Brüno : la critique du film (2009)

Comédie, LGBTQ, Trash | 1h23min
Note de la rédaction :
8/10
8
Brüno, l'affiche

Note des spectateurs :

Sacha Baron Cohen introduit à l’écran un personnage hors du commun dans une satire docu(l)mentaire très active dans la provocation. Bref, un pamphlet contre l’homophobie, dégénéré et rentre-dedans, forcément hilarant, qui prend par derrière toutes les communautés, y compris celles qu’il défend.

Synopsis : Les aventures du personnage de Brüno, un homosexuel autrichien, roi de la mode créé par Sacha Baron Cohen pour son émission de télévision Da Ali G Show.

Critique : Les anales, désolé, les annales de la comédie peuvent rougir de l’arrivée de Brüno parmi les grands classiques comiques. Non seulement, s’agit-il de l’œuvre la plus drôle vue ces dernières années, mais surtout la nouvelle comédie des auteurs de Borat s’inscrit comme l’apologie du subversif, un suppositoire dans le derrière du tout bien-pensant qui implose là où cela fait le plus mal, c’est-à-dire au plus profond des mentalités arriérées et étriquées.
L’humour subversif et dévastateur vise le communautarisme homosexuel, religieux, juif, musulman, les hétérosexuels du terroir, les blacks du ghetto et les amateurs de talk-shows, les militaires, le show-biz et le rigolos de la mode… Tout le monde en prend pour son grade dans une apologie du mauvais goût irrésistible qui aurait pu valoir au film de Larry Charles Religolo une très lourde interdiction, d’autant que niveau cul, porno excepté, on aura rarement vu autant d’attributs masculins jetés en pâture aux mirettes.

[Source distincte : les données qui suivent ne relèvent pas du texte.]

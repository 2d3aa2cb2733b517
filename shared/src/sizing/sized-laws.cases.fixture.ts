import type { SeekingLawId } from '../seeking/seeking-laws.js';
import { seekingLaws } from '../seeking/seeking-laws.js';
import type { QuadraticPlant } from './identify-plant.fixture.js';

export const lawIds = Object.keys(seekingLaws) as SeekingLawId[];
export const lossAllowed = 0.02;

/** One actuator, and two whose effects are coupled: eigenvalues 2.28 and 0.72 (trace 3, determinant 1.64). */
export const shapes = [
  { curvature: [[0.5]], best: [1.3] },
  {
    curvature: [
      [2, 0.6],
      [0.6, 1],
    ],
    best: [0.4, -0.7],
  },
];

export function plantOf(shape: number, timeConstantS: number, noise: number): QuadraticPlant {
  return { scanS: 0.1, timeConstantS, noise, half: 3, ...shapes[shape]! };
}

/** The walk of perturb-and-observe costs at worst (grid off by half a step) 9/7 of its mean over all offsets. */
const walkWorst = 9 / 7;

/** Most that the end may cost: the predicted ripple (a twentieth for what prediction leaves out) and the noise allowance. */
export function mostLoss(lawId: SeekingLawId, rippleLoss: number): number {
  const ripple = lawId === 'perturb-observe' ? walkWorst * rippleLoss : rippleLoss;
  return 1.05 * ripple + 0.25 * lossAllowed;
}
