import { spsaGain, spsaLaw } from '../seeking/spsa-law.js';
import type { LawPrediction, LawSize } from './law-size.types.js';
import { convergedShare } from './predict-seeking.js';
import { curvatureDoubt } from './curvature-doubt.js';
import { couplingOf, noiseShare } from './size-loops.js';
import { remarksOn } from './sizing-remarks.js';
import type { CheckedDemands, CheckedPlant } from './sizing-plant.schema.js';
import { evenTries, triedReaches, tryingMargins, type TriedReach, type Tries } from './tries.js';

/** Trials in a seek whose time is not given. */
const trialsMeant = 200;

/**
 * Sizes simultaneous perturbation by its author's guidelines: the perturbation c is the largest that the allowed
 * loss permits (that of ±c is f''c²/2 for each actuator); A is a tenth of the planned trials; the exponents are
 * 0.602 and 0.101, or 0 where the best point drifts, since a gain that fades cannot follow; and the first gain is as
 * large as the first step permits: a·f'' = 1/(2n) of the distance for n actuators, whose mean square error so falls
 * (each sees the slopes of the others as noise: E‖x₊‖² ≈ (1 − 2aλ + n·a²λ²)·‖x‖²). Noise may add a quarter of the
 * allowed loss: a step scatters by a·σ_m/(√2·c), which a constant gain turns into a variance of
 * a·σ_m²/(2c²·f''·(2 − a·f'')).
 *
 * The losses are those of the first trials; where gain and perturbation fade they become less.
 *
 * @source J. C. Spall (1998), "Implementation of the simultaneous perturbation algorithm for stochastic
 * optimization", IEEE Transactions on Aerospace and Electronic Systems 34:817–823 (from memory); step and scatter
 * derived here
 */
export function sizeSpsa(plant: CheckedPlant, demands: CheckedDemands): LawSize<'spsa'> {
  const tries = evenTries(plant);
  const reaches = triedReaches(
    plant,
    demands,
    plant.actuators.map(() => 2),
  );
  const { coupling, slowest } = couplingOf(plant.curvature);
  const scatter = reaches.map(({ amplitude }) => tries.meanNoise / (Math.SQRT2 * amplitude));
  const byNoise = (noiseShare * demands.lossAllowed) / lossPerShare(reaches, scatter);
  const byTrials = 1 / (2 * plant.actuators.length * coupling * (1 + 2 * curvatureDoubt(plant)));
  const share = Math.min(byTrials, byNoise);
  const trialS = 2 * tries.dwellS;
  const trials = Math.max(10, Math.round((demands.seekS ?? trialsMeant * trialS) / trialS));
  const decay = decayOf(plant, trials);
  const needed = trialsTo(share * slowest * coupling, decay);
  const predicted = predictSpsa(plant, { reaches, scatter, share, trialS, needed });
  const margins = tryingMargins(plant, tries, needed);
  const known = { lawId: 'spsa', plant, demands, sized: null, predicted, margins };
  return {
    lawId: 'spsa',
    parameters: spsaLaw.parametersSchema.parse({ ...timesOf(plant, tries, reaches, share), ...decay }),
    ditherPeriodsS: reaches.map(() => trialS),
    amplitudes: reaches.map(({ amplitude }) => amplitude),
    amplitudesLimitedBy: reaches.map(({ limitedBy }) => limitedBy),
    ratePerS: share / trialS,
    rateLimitedBy: byNoise < byTrials ? 'noise' : 'time-scales',
    predicted,
    unpredicted: needed === null ? { convergenceS: fades } : {},
    margins,
    remarks: [...remarksOn(known), ...trialRemarks(needed, trials)],
  };
}

const fades = 'The gain fades before a tenth of the distance is reached.';

function trialRemarks(needed: number | null, trials: number): string[] {
  if (needed !== null && needed <= trials) return [];
  const count = needed === null ? 'more trials than it can make' : `about ${needed} trials`;
  return [`It needs ${count}, and ${trials} are planned: allow more time or more loss.`];
}

function timesOf(plant: CheckedPlant, tries: Tries, reaches: readonly TriedReach[], share: number): object {
  return {
    axes: reaches.map(({ amplitude, curvature }, i) => ({
      min: plant.actuators[i]!.min,
      max: plant.actuators[i]!.max,
      amplitude,
      gain: share / curvature,
      speedMax: amplitude / tries.dwellS,
    })),
    dwellS: tries.dwellS,
    settleS: tries.settleS,
  };
}

interface Decay {
  gainExponent: number;
  amplitudeExponent: number;
  stability: number;
}

function decayOf({ actuators }: CheckedPlant, trials: number): Decay {
  if (actuators.some(({ driftPerS }) => driftPerS > 0)) {
    return { gainExponent: 0, amplitudeExponent: 0, stability: 0 };
  }
  return { gainExponent: 0.602, amplitudeExponent: 0.101, stability: Math.round(trials / 10) };
}

/** Σ ½f''·share·scatter²/(f''(2 − share)) for each of the share, where it is small. */
function lossPerShare(reaches: readonly TriedReach[], scatter: readonly number[]): number {
  return reaches.reduce((sum, { curvature }, i) => sum + scatter[i]! ** 2 / (4 * curvature), 0);
}

interface Sized {
  reaches: readonly TriedReach[];
  scatter: readonly number[];
  share: number;
  trialS: number;
  needed: number | null;
}

function predictSpsa(plant: CheckedPlant, { reaches, scatter, share, trialS, needed }: Sized): LawPrediction {
  const sum = (of: (reach: TriedReach, i: number) => number) =>
    reaches.reduce((total, reach, i) => total + of(reach, i), 0);
  const driftLag = plant.actuators.map(({ driftPerS }) => (driftPerS * trialS) / share);
  return {
    convergenceS: needed === null ? null : trialS * needed,
    rippleLoss: sum(({ amplitude, curvature }) => (curvature * amplitude ** 2) / 2),
    noiseLoss: sum(({ curvature }, i) => (share * scatter[i]! ** 2) / (2 * curvature * (2 - share))),
    driftLag,
    driftLoss: sum(({ curvature }, i) => (curvature * driftLag[i]! ** 2) / 2),
    gradientNoise: [...scatter],
  };
}

const trialsMax = 1e5;

/** Trials until Π(1 − a_k·f'') has come to a tenth; null where that takes more than can be made. */
function trialsTo(share: number, { gainExponent, stability }: Decay): number | null {
  const scale = (1 + stability) ** gainExponent;
  let left = 1;
  for (let k = 0; k < trialsMax; k += 1) {
    left *= 1 - spsaGain(share * scale, stability, gainExponent, k);
    if (left <= convergedShare) return k + 1;
  }
  return null;
}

Traité sur le mode du faux documentaire, qui ajoute au mode comique, Brüno relate l’exil d’un journaliste de la mode autrichien déchu vers l’eldorado hollywoodien où il va tenter de devenir célèbre par tous les moyens. Prêt à tout pour remuer son petit popotin sur scène, il va tenter de résoudre le conflit israélo-palestinien (car c’est très tendance la politique), organiser des interviews avec des vedettes (caméos de Paula Abdul et d’Harrison Ford inclus), adopter un bébé noir à la façon de Madonna et d’Angelina Jolie (en fait le môme a été échangé contre un Ipod lors d’un détour shopping en Afrique noire), faire un film X avec un politicien, participer à un talk-show et, comme rien ne marche, tenter par tous les moyens de devenir hétéro pour réussir une carrière de comédien comme Kevin Spacey et Tom Cruise (les rumeurs d’homosexualité sur les deux comédiens étant légion à la sortie du film…).

L’imbécillité crasse de Brüno, emblème d’un monde branché et superficiel, rappelle le personnage de Candide à la découverte du monde. Le récit quasi picaresque n’est évidemment pas sans faire écho aux péripéties du reporter kazakh Borat qui découvrait les USA avec sa crédulité et ses préjugés. Face à la vraie vie, l’homosexuel fantasque à la sexualité exacerbée et aux goûts vestimentaires kitsch, devient immédiatement la victime consentante de sa propre bêtise et des intolérances agressives. Le procédé de tourner avec des anonymes a valu à l’équipe pas mal de sueurs froides. Sacha Baron Cohen, créateur du personnage, qui joue également le rôle éponyme, s’est placé à plusieurs reprises en danger de mort en se fourvoyant dans la provocation la plus chargée parmi des homophobes endurcis, prêts à manifester leur haine viscérale pour les impies par la violence.

La frontière entre la réalité et l’écrit est troublante et rend le spectacle aussi étonnant qu’hilarant. L’incroyable cohérence qui en ressort, la finesse des dialogues paradoxalement lourds en réflexions politiquement incorrectes… tout cela fait de Brüno la comédie de studio la plus outrancière jamais tournée. Une page de l’Histoire du cinéma, édulcorée par la bande-annonce (pour une fois le trailer en dévoile peu), qui n’a laissé à sa sortie personne indifférent. Ses 60M$ au box-office américain relèvent du miracle, en France, en revanche, le documenteur a dû se contenter d’un tiers de la fréquentation de Borat (782 000 pour ce dernier).